You understand that those two notions are contradictory, right?

If industrialization "increased the pace", then indeed "static tradition" was
what existed before it, as food and other aspects of tradition changed with a
much slower pace -- even if not totally static (which is a strawman anyway, no
Victorian thought food at 20 A.D was exactly the same as food in 1700 A.D)

------
Mikeb85
Everything around the world shows influence from everywhere else in the world.
As people travel back and forth, they bring ideas back and forth, until
eventually a sort of equilibrium is reached.

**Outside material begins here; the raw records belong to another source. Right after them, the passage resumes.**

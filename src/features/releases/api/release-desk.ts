import { queryOptions } from '@tanstack/react-query'
import { request } from '@/lib/http-client'
import { queryKeys } from '@/lib/query-keys'
import { releaseDeskSchema } from '@shared/protocol/releases'

/** Behind the socket's news, for the time it is down. */
const REFRESH_MS = 30_000

export const releaseDeskQuery = (workspaceId: string) =>
  queryOptions({
    queryKey: [...queryKeys.releases(workspaceId), 'desk'],
    queryFn: ({ signal }) =>
      request(`/api/workspaces/${workspaceId}/releases`, { schema: releaseDeskSchema, signal }),
    refetchInterval: REFRESH_MS,
  })
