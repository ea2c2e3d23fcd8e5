import { findSource } from '../engineering/sources/source-registry'
import { ALL_CHECKS } from './all-checks'
import { runCheck } from './validation-check'
import type { ValidationRow } from './worker-messages'

/** Runs every check. */
export function validationRows(): ValidationRow[] {
  return ALL_CHECKS.map((check) => {
    const { ours, deviation, passes } = runCheck(check)
    return {
      id: check.id,
      topic: check.topic,
      title: check.title,
      citation: findSource(check.source).citation,
      place: check.place,
      evidence: check.evidence,
      isFromMemory: check.isFromMemory,
      unit: check.unit,
      reference: [...check.reference],
      ours: [...ours],
      deviation,
      tolerance: check.tolerance,
      reason: check.reason,
      passes,
    }
  })
}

As for restaurants, I'm not sure I agree entirely. A few generations ago,
every 'top' restaurant was a French restaurant. Serving the same classic
dishes. Now you have places serving 'Nordic Cuisine' (Noma, Faviken), Spanish
cuisine has had a resurgence in a major way (Arzak, Etxebarri), South American
cuisine is becoming recognized at the highest levels (D.O.M., Central), as is
Asian cuisine (too many to list), there's 'avant garde' (El Bulli and the
Adria brothers' other ventures, Alinea), and then you've got the chefs who
break all the rules and just create whatever they want at the time (Pierre
Gagnaire comes to mind). Not to mention the trends of gastronomic bistros,
brasseries and pubs, cheap tasting menus, haute fast food and street food,
etc...

While I think it's somewhat true that the 'style' of a restaurant is becoming
less location specific, I think there's more variety and innovation than ever
before, more restaurants in general than ever before, and I would argue that
food itself is getting more interesting.

As for the article, it seems more like the writer just doesn't like the fact
that Buenos Aires isn't as they remember it (almost a colonialist attitude
IMO, that Buenos Aires should stand still for them). However this attitude
also ignores history - people have always migrated, adopted new ideas,
cultures, cuisines, etc... 'Traditional' European ingredients like the Potato
and Tomato, for instance, both came from the New World.

Nothing stands still.

------
markbnj
Perhaps for the identical reason that all articles on the internet are
starting to look the same.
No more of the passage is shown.